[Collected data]
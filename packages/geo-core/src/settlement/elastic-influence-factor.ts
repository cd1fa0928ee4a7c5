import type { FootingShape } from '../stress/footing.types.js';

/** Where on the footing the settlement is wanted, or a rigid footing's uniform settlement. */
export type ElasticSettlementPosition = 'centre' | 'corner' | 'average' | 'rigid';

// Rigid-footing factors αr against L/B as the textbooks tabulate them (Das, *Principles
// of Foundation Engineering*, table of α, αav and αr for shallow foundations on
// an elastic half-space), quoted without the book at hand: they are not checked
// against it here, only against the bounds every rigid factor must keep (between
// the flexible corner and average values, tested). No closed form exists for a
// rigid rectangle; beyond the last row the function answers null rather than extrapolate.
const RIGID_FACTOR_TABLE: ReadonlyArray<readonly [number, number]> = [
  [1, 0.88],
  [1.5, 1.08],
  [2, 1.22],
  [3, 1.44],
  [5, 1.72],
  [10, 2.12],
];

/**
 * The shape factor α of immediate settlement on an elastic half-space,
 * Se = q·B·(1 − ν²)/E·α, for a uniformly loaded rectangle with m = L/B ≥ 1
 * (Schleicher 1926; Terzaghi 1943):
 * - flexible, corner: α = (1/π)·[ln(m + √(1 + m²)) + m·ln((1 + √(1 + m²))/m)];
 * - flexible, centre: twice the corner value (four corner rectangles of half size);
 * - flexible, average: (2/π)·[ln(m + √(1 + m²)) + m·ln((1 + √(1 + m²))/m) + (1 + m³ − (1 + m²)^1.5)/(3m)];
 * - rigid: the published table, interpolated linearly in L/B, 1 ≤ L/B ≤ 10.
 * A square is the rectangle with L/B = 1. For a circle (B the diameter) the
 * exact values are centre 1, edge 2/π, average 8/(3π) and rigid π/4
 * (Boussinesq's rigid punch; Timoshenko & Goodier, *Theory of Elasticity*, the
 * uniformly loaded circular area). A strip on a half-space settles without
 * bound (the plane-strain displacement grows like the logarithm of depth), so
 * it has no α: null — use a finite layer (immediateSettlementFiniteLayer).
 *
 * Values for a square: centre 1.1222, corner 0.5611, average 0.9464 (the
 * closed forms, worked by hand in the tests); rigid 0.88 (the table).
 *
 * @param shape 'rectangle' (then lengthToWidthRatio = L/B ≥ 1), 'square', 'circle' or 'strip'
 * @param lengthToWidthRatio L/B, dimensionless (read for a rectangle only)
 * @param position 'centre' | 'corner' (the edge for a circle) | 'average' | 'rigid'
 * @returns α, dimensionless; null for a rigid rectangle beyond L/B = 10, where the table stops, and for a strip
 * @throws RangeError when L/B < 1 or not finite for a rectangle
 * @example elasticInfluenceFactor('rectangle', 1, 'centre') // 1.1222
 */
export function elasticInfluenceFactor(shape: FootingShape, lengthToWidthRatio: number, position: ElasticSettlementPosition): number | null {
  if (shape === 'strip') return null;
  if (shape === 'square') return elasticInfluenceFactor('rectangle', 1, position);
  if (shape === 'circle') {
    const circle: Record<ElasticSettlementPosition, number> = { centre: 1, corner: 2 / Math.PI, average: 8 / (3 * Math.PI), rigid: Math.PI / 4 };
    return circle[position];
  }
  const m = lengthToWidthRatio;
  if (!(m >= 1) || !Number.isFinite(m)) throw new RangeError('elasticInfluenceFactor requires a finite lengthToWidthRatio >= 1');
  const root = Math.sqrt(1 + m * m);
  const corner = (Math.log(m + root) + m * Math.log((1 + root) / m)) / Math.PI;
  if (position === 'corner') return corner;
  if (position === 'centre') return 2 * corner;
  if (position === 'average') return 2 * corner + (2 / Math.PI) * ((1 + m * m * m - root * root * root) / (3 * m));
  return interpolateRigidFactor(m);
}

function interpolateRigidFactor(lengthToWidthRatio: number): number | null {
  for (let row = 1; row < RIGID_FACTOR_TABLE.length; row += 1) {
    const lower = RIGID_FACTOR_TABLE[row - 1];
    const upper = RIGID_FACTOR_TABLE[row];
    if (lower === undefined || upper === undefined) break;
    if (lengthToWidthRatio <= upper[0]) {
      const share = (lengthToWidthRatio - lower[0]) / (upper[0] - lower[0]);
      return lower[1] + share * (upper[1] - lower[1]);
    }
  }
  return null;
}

- **Work to be completed**: Please say how many lines in the records above contain the word "square", giving the number alone.

- **Completed task**: 4